Reviews have called out Troll Hunter for its lack of character development. In regard to Thomas and his fellow documentarians, that criticism is valid, but bear in mind, they aren’t the focus of the story, either. Meanwhile, Hans is a well-crafted character. At least better than first realized. Before he was introduced, Hans had already grown tired of the troll grind. Fed up with that low compensation for his services, resentful of the bureaucracy, and wanting to expose his employer on a large scale, Hans’ discontent is glaring.

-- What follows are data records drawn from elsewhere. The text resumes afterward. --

"""The shipped QNM table and its interpolant: accuracy, physics checks, conversions."""

from __future__ import annotations

import math

import numpy as np
import pytest
from hypothesis import given, settings
from hypothesis import strategies as st

from ringsearch.errors import InputError
from ringsearch.physics import leaver, qnm


def test_table_content_and_ranges():
    modes = qnm.available_modes()
    expected = ({(2, m, n) for m in range(-2, 3) for n in range(8)}
                | {(l, m, n) for l in (3, 4) for m in range(-l, l + 1) for n in range(4)})
    assert set(modes) == expected
    lo, hi = qnm.spin_range()
    assert lo == 0.0 and hi >= 0.99  # every mode covers 0 <= chi <= 0.99
    assert qnm.spin_range(2, 2, 0) == (0.0, 0.999)
    assert qnm.TABLE_PATH.stat().st_size < 5e6


def test_interpolant_matches_direct_solves_at_random_spins():
    """Relative error of Re and Im below 1e-7 against a direct Leaver solve.

    A handful of seeded random (mode, spin) pairs keeps this fast; the table
    script checks every third interval of every mode when it builds the table.
    """
    rng = np.random.default_rng(20261201)
    modes = qnm.available_modes()
    worst = 0.0
    for k in rng.choice(len(modes), size=6, replace=False):
        mode = modes[k]
        chi = float(rng.uniform(0.0, qnm.spin_range(*mode)[1]))
        w = qnm.kerr_omega(*mode, chi)
        wd, Ad, _ = leaver.solve_at(*mode, chi, w, qnm.separation_constant(*mode, chi))
        err = max(abs(w.real - wd.real) / abs(wd.real), abs(w.imag - wd.imag) / abs(wd.imag))
        worst = max(worst, err)
        assert abs(qnm.separation_constant(*mode, chi) - Ad) <= 1e-7 * abs(Ad)
    print(f"largest relative interpolation error at random spins: {worst:.2e}")
    assert worst <= 1e-7


def test_recorded_validation_error_is_small():
    # the table script stores, per mode, its midpoint comparison with direct solves
    err = qnm._table().get("interp_error")
    if err is None:
        pytest.skip("table built without the validation pass")
    assert float(np.max(err)) <= 1e-7


def test_bcw_fits_for_fundamental_modes():
    """Berti, Cardoso & Will (2006), PRD 73, 064030, Table VIII fits.

    M*omega_R = f1 + f2 (1-chi)^f3 and Q = q1 + q2 (1-chi)^q3; the paper states the
    fits are good to a few per cent.  Coefficients:  # from memory
    """
    fits = {
        (2, 2, 0): ((1.5251, -1.1568, 0.1292), (0.7000, 1.4187, -0.4990)),
        (3, 3, 0): ((1.8956, -1.3043, 0.1818), (0.9000, 2.3430, -0.4810)),
    }
    chi = np.linspace(0.0, 0.99, 67)
    for mode, (f, q) in fits.items():
        w = qnm.kerr_omega(*mode, chi)
        fit_w = f[0] + f[1] * (1 - chi) ** f[2]
        fit_q = q[0] + q[1] * (1 - chi) ** q[2]
        assert np.max(np.abs(fit_w / w.real - 1)) < 0.03
        assert np.max(np.abs(fit_q / (-w.real / (2 * w.imag)) - 1)) < 0.03


def test_gw150914_remnant_ringdown():
    """68 Msun (detector frame), spin 0.69: f ~ 251 Hz, tau ~ 4 ms.

    Abbott et al. (2016), PRL 116, 221101 ("Tests of general relativity with
    GW150914"): least-damped mode near 251 Hz with damping time near 4 ms.
    """
    f, tau = qnm.mode_f_tau(68.0, 0.69)
    assert abs(f - 251.0) < 3.0
    assert abs(tau - 4.0e-3) < 0.3e-3


def test_schwarzschild_limit_of_table():
    # Leaver (1985) Table 1 / Berti, Cardoso & Starinets (2009):  # from memory
    w = qnm.kerr_omega(2, 1, 0, 0.0)
    assert abs(w - (0.373672 - 0.088962j)) < 1e-6


def test_vectorised_shapes_and_mirror():
    chi = np.linspace(0.0, 0.9, 12).reshape(3, 4)
    w = qnm.kerr_omega(2, 2, 1, chi)
    assert w.shape == (3, 4) and w.dtype == complex
    assert np.all(w.imag < 0) and np.all(w.real > 0)
    mirror = qnm.mirror_omega(2, 2, 1, chi)
    np.testing.assert_allclose(mirror, -np.conj(qnm.kerr_omega(2, -2, 1, chi)))
    assert np.all(mirror.real < 0)
    f, tau = qnm.mode_f_tau(np.array([10.0, 100.0]), 0.5)
    assert f.shape == (2,) and tau.shape == (2,)
    # frequency scales as 1/M, damping time as M (geometric units)
    assert math.isclose(f[0] / f[1], 10.0, rel_tol=1e-12)
    assert math.isclose(tau[1] / tau[0], 10.0, rel_tol=1e-12)


def test_prograde_frequency_grows_with_spin_and_retrograde_falls():
    # Kerr QNM behaviour (e.g. Berti, Cardoso & Starinets 2009, Fig. 4)
    chi = np.linspace(0.0, 0.99, 50)
    assert np.all(np.diff(qnm.kerr_omega(2, 2, 0, chi).real) > 0)
    assert np.all(np.diff(qnm.kerr_omega(2, -2, 0, chi).real) < 0)


@pytest.mark.parametrize("mode", [(2, 2, 7), (2, -2, 7), (2, 0, 7), (2, 0, 6), (4, 2, 3)])
def test_branches_are_continuous(mode):
    """Overtone labels follow continuity in spin: no jump between table nodes.

    On a grid 4x finer than the table, the second difference of omega stays of
    the size a smooth curve gives (a jump to another root would be O(0.1)).
    """
    top = qnm.spin_range(*mode)[1]
    y = np.linspace(1.0, math.sqrt(1 - top), 3000)
    w = qnm.kerr_omega(*mode, 1 - y * y)
    assert np.max(np.abs(np.diff(w, 2))) < 1e-3


@settings(max_examples=60, deadline=None, derandomize=True)  # reproducible in CI
@given(mass=st.floats(1.0, 1e4), spin=st.floats(0.0, 0.999))
def test_round_trip_mass_spin_f_tau(mass, spin):
    f, tau = qnm.mode_f_tau(mass, spin)
    m2, s2 = qnm.remnant_from_f_tau(f, tau)
    assert math.isclose(m2, mass, rel_tol=1e-8)
    assert abs(s2 - spin) < 1e-7


def test_round_trip_vectorised():
    rng = np.random.default_rng(7)
    mass = rng.uniform(5, 500, 1000)
    spin = rng.uniform(0, 0.99, 1000)
    m2, s2 = qnm.remnant_from_f_tau(*qnm.mode_f_tau(mass, spin))
    np.testing.assert_allclose(m2, mass, rtol=1e-8)
    np.testing.assert_allclose(s2, spin, atol=1e-7)


@pytest.mark.parametrize(
    ("call", "fragment"),
    [
        (lambda: qnm.kerr_omega(2, 2, 0, 1.0), "spin=1.0"),
        (lambda: qnm.kerr_omega(2, 2, 0, -0.1), "spin=-0.1"),
        (lambda: qnm.kerr_omega(2, -2, 7, 0.9985), "above the QNM table"),
        (lambda: qnm.kerr_omega(2, 2, 0, float("nan")), "spin=nan"),
        (lambda: qnm.kerr_omega(2, 2, 0, [0.1, np.inf]), "spin=inf"),
        (lambda: qnm.kerr_omega(2, 3, 0, 0.5), "m=3"),
        (lambda: qnm.kerr_omega(1, 0, 0, 0.5), "l=1"),
        (lambda: qnm.kerr_omega(5, 0, 0, 0.5), "l=5"),
        (lambda: qnm.kerr_omega(2, 2, 8, 0.5), "n=8"),
        (lambda: qnm.kerr_omega(3, 2, 4, 0.5), "n=4"),
        (lambda: qnm.kerr_omega(2, 2, -1, 0.5), "n=-1"),
        (lambda: qnm.kerr_omega(2.5, 2, 0, 0.5), "l=2.5"),
        (lambda: qnm.kerr_omega(2, 2, 0, "fast"), "spin='fast'"),
        (lambda: qnm.mode_f_tau(0.0, 0.5), "mass=0.0"),
        (lambda: qnm.mode_f_tau(-5.0, 0.5), "mass=-5.0"),
        (lambda: qnm.mode_f_tau(float("nan"), 0.5), "mass=nan"),
        (lambda: qnm.remnant_from_f_tau(250.0, 1e-6), "quality factor"),
        (lambda: qnm.remnant_from_f_tau(-250.0, 4e-3), "f_hz=-250.0"),
        (lambda: qnm.remnant_from_f_tau(250.0, float("nan")), "tau_s=nan"),
    ],
)
def test_bad_input_raises_one_sentence(call, fragment):
    with pytest.raises(InputError) as info:
        call()
    msg = str(info.value)
    assert fragment in msg
    assert msg.endswith(".") and msg.count(". ") == 0


def test_remnant_inversion_other_modes():
    # (3,3,0) has a quality factor monotonic in spin: the round trip works there too
    mass, spin = np.array([20.0, 150.0]), np.array([0.1, 0.95])
    m2, s2 = qnm.remnant_from_f_tau(*qnm.mode_f_tau(mass, spin, 3, 3, 0), 3, 3, 0)
    np.testing.assert_allclose(m2, mass, rtol=1e-8)
    np.testing.assert_allclose(s2, spin, atol=1e-7)
    # (2,0,7) spirals near the extremal limit, so f and tau cannot fix the remnant
    with pytest.raises(InputError, match="not monotonic"):
        qnm.remnant_from_f_tau(100.0, 1e-3, 2, 0, 7)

Then there are those finer details about the Troll Hunter, such as that indifference to both the natural splendor of his everyday surroundings and the affections of an obviously smitten colleague, that also suggest some level of despondency. So it is fair to say this movie doesn’t feature any sizable growth for its characters; however, the namesake isn’t underwritten. No doubt, putting a real-life character like Otto Jespersen in that role is partly why Hans is so fascinating—maybe even relatable.

Otto Jespersen as Hans the Troll Hunter.
There is always a small risk whenever using the term “mockumentary” to describe a found-footage movie, as the word could imply humor where there is none. In the case of Troll Hunter, the term’s usage is appropriate. Some folks have claimed the English-dubbed version has the more comedic tone, however, the Norwegian cut isn’t exactly humorless. Apart from the trolls’ absurd appearances, this is a movie where the characters nearly choke on the monsters’ farts, and Christians are like walking targets. Hans’ complete apathy towards everything is another cause of laughter. Overall, the comedy is intentionally dry and inconsistent. Unfunny, though? Absolutely not.
In a movie where endemic creatures are maltreated, as well as disavowed from living freely and peacefully, it’s hard not to notice the ecological message buried beneath the story. In addition to that is the unmistakable political satire. There is this whole business about intrusive and unsightly power lines—like trolls, they’re big blemishes on the land—that leads to what is perhaps the movie’s funniest moment. The scene in question is that one where certain electric lines, the ones secretly being used to keep the trolls at bay, go in a loop and don’t actually send power to any residents. Yet the monitors of said lines don’t find this at all weird. So it stands to reason that Øvredal was having a go at those who accept the government’s doings without question.
Looking past the fact that trolls aren’t actually real, this movie is an enlightening source of information. And not just for international audiences; Norwegians, too, get schooled about their homeland’s own mythology. It’s also evident from everything on screen that Øvredal and his crew were enthusiastic about the topic. The creature designs are the most indicative of that zeal; those imaginative yet myth-accurate manifestations are equally amusing and grotesque. One second you’re laughing at their phallic noses, the next you’re white-knuckling during a hairy sequence. Most surprisingly is how well the trolls’ visual effects hold up after fifteen years. It’s not all spotless, but on the whole, they remain impressive.
Vouching for a mockumentary about trolls isn’t easy, but those who do come around and give it a shot will more than likely be grateful for the recommendation. For Troll Hunter is a real find in that vast and varied genre we call “found footage“.

A bridge troll reaches up for food and finds Hans decked out in armor.